Lets try this again I posted this question in the wrong Forum and cannot figure out how to move it.(Us old guys from Maine are not use to PC's, still using homing pigeons to send messages) Question Looking for a couple winter projects, in between shoveling snow.Has anyone built a surf rod on the new MHX blanks.Any info will be greatly appreciated,they seem to be a lot cheaper than other blanks,but are they worth putting a set of guides on.


----------



## sunburntspike (Oct 4, 2010)

i haven't built on the new surf series,but i have built numerous jigging(blufish)and sea trout rods and they are really nice to build on.i usually start with the kit and then add the necessary components to finish the build,just because the kits are so inexpensive.i would expect the surf series to be of the same quality,just wish they offered a true 10'-1 piece


----------



## bronzbck1 (Jun 13, 2007)

I have a sting silver rod ATX blank for throwing 2oz and it has thrown right with the Wheels reels 1023 for 4 years now. No difference except about 200 bucks, Love it!


----------



## sunburntspike (Oct 4, 2010)

sorry bronzbck1,the atx,while being a quality blank aint a mhx


----------



## dawgfsh (Mar 1, 2005)

I've got 4 MHX bass rods and will build a 5th this year. There great blanks


----------



## N topsail fisher (Feb 13, 2005)

I will second sunburnt. The spin/jig, mag bass and light saltwater blanks are great. I have built on them for myself and friends, we've all been very pleased. They are tough too.


----------



## Sandcrab (Mar 20, 2002)

Anyone built one of their fly rods? Looking at a 9', 2 wt, 2 piece rod for under $100...

Thanks

Sandcrab


----------



## sunburntspike (Oct 4, 2010)

actually Sandcrab,i was thinking of building on their new 9' 1 pc.10#,should make one hell of a trout slinger for the surf,just havent gotten the time yet,probably be a build i do after the charter boat rods come in this winter


----------



## Sandcrab (Mar 20, 2002)

sunburntspike said:


> actually Sandcrab,i was thinking of building on their new 9' 1 pc.10#,should make one hell of a trout slinger for the surf,just havent gotten the time yet,probably be a build i do after the charter boat rods come in this winter


SBS,

I too have a bunch of rods waiting to be built.

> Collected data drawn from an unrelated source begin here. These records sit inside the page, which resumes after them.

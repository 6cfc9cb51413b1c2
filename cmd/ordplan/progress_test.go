package main

import (
	"bytes"
	"path/filepath"
	"strings"
	"testing"
	"time"
)

// fakeClock advances by step at every reading.
func fakeClock(step time.Duration) func() time.Time {
	t := time.Date(2026, 12, 2, 12, 0, 0, 0, time.UTC)
	return func() time.Time { t = t.Add(step); return t }
}

// Not on a terminal: one plain line every few seconds and one at the end,
// never a carriage return.
func TestProgressPlainLines(t *testing.T) {
	var b bytes.Buffer
	p := newProgress(&b, false, fakeClock(time.Second))
	for i := 1; i <= 12; i++ {
		p.Fitted("safety", "m", i, 12)
	}
	out := b.String()
	lines := strings.Split(strings.TrimSuffix(out, "\n"), "\n")
	if strings.Contains(out, "\r") || len(lines) != 3 {
		t.Fatalf("want 3 plain lines (at 5 s, 10 s and the end), got:\n%q", out)
	}
	if lines[0] != "safety: 5 of 12 fits, 5s elapsed, about 7s left" || lines[2] != "safety: 12 of 12 fits, 12s elapsed" {
		t.Errorf("lines:\n%s", out)
	}
}

// A second stage's time runs from the end of the first, so its first
// step's time is counted.
func TestProgressSecondStage(t *testing.T) {
	var b bytes.Buffer
	p := newProgress(&b, false, fakeClock(time.Second))
	p.Replicated(120, 1, 1)
	p.Replicated(240, 1, 2)
	p.Replicated(240, 2, 2)
	if want := "n = 120: 1 of 1 replicates, 1s elapsed\nn = 240: 2 of 2 replicates, 2s elapsed\n"; b.String() != want {
		t.Errorf("got\n%s\nwant\n%s", b.String(), want)
	}
}

// On a terminal: one line rewritten in place, with the estimate of the
// time left, ended by a newline when the grid is done.
func TestProgressLiveLine(t *testing.T) {
	var b bytes.Buffer
	p := newProgress(&b, true, fakeClock(2*time.Second))
	for i := 1; i <= 4; i++ {
		p.Fitted("safety", "m", i, 4)
	}
	out := b.String()
	if strings.Count(out, "\r") != 4 || !strings.HasSuffix(out, "\n") || strings.Count(out, "\n") != 1 {
		t.Fatalf("got %q", out)
	}
	if !strings.Contains(out, "\rsafety: 1 of 4 fits, 2s elapsed, about 6s left") || !strings.Contains(out, "\rsafety: 4 of 4 fits, 8s elapsed") {
		t.Errorf("got %q", out)
	}
}

// ordplan run reports progress on standard error unless --quiet.
func TestRunProgressAndQuiet(t *testing.T) {
	dir := t.TempDir()
	planPath := filepath.Join("..", "..", "render", "testdata", "golden.yaml")
	_, errs, code := runCLI("run", planPath, "--out", filepath.Join(dir, "a"))
	if code != 0 || !strings.Contains(errs, " fits, ") || strings.Contains(errs, "\r") {
		t.Fatalf("exit %d, stderr:\n%s", code, errs)
	}
	_, errs, code = runCLI("run", planPath, "--out", filepath.Join(dir, "b"), "--quiet")
	if code != 0 || strings.Contains(errs, " fits, ") {
		t.Fatalf("--quiet: exit %d, stderr:\n%s", code, errs)
	}
}

// ordplan power reports its replicates in the same words, size by size.
func TestPowerProgress(t *testing.T) {
	planPath := filepath.Join("..", "..", "plans", "kneepain.yaml")
	_, errs, code := runCLI("power", planPath, "--n", "120,240", "--replicates", "3", "--workers", "2", "--out", filepath.Join(t.TempDir(), "p"))
	if code != 0 || strings.Contains(errs, "\r") {
		t.Fatalf("exit %d, stderr:\n%s", code, errs)
	}
	for _, n := range []string{"120", "240"} {
		if !strings.Contains(errs, "n = "+n+": 3 of 3 replicates, ") {
			t.Errorf("no last progress line for n = %s:\n%s", n, errs)
		}
	}
}

// ordplan rehearse reports the fits of its run on standard error, as run
// does, unless --quiet (the flag word run and power use).
func TestRehearseProgressAndQuiet(t *testing.T) {
	dir := t.TempDir()
	planPath := filepath.Join("..", "..", "plans", "kneepain.yaml")
	_, errs, code := runCLI("rehearse", planPath, "--n", "120", "--out", filepath.Join(dir, "a"))
	if code != 0 || !strings.Contains(errs, " fits, ") {
		t.Fatalf("exit %d, stderr:\n%s", code, errs)
	}
	_, errs, code = runCLI("rehearse", planPath, "--n", "120", "--out", filepath.Join(dir, "b"), "--quiet")
	if code != 0 || strings.Contains(errs, " fits, ") {
		t.Fatalf("--quiet: exit %d, stderr:\n%s", code, errs)
	}
}
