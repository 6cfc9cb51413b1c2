package main

import (
	"os"
	"strings"
	"syscall"
	"testing"
	"time"

	"ordplan/runner/queue/localserver"
)

// TestWorkerStopsCleanlyOnSignal: a worker asked to stop (SIGINT, SIGTERM)
// finishes the jobs it started, says so and exits 0: stopping is how a
// worker's work ends (a service manager's stop, Ctrl-C), not a failure,
// and no job is lost (one it had not started goes to another worker).
// run, whose interrupt leaves its outputs unwritten, exits 128 + the
// signal's number instead (O8). DEVELOPERS.md, "Running on a cluster".
func TestWorkerStopsCleanlyOnSignal(t *testing.T) {
	url := localserver.ForTest(t)
	for _, sig := range []os.Signal{syscall.SIGINT, syscall.SIGTERM} {
		p := startWorkerProc(t, url, "w-"+strings.ToLower(sig.String()[:3]))
		p.cmd.Process.Signal(sig)
		select {
		case <-p.done:
		case <-time.After(20 * time.Second):
			t.Fatalf("%v: the worker did not stop", sig)
		}
		if code := p.cmd.ProcessState.ExitCode(); code != exitOK {
			t.Errorf("%v: exit %d, want %d: %s", sig, code, exitOK, p.stderr.String())
		}
		if !strings.Contains(p.stderr.String(), "stopped; it finished the jobs it had started first") {
			t.Errorf("%v: no line saying the worker stopped: %s", sig, p.stderr.String())
		}
	}
}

I didn't want to start building a rod right in the middle of my move from MD to DE this Spring. Now I have 2 Lami's and a 10 1/2' Breakaway Omega waiting to be built... Guess they'll have to wait until Winter now...

Could ALWAYS use another (I only have 5) fly rod though... and a 2 wt would be the perfect panfish rod!

Sandcrab


----------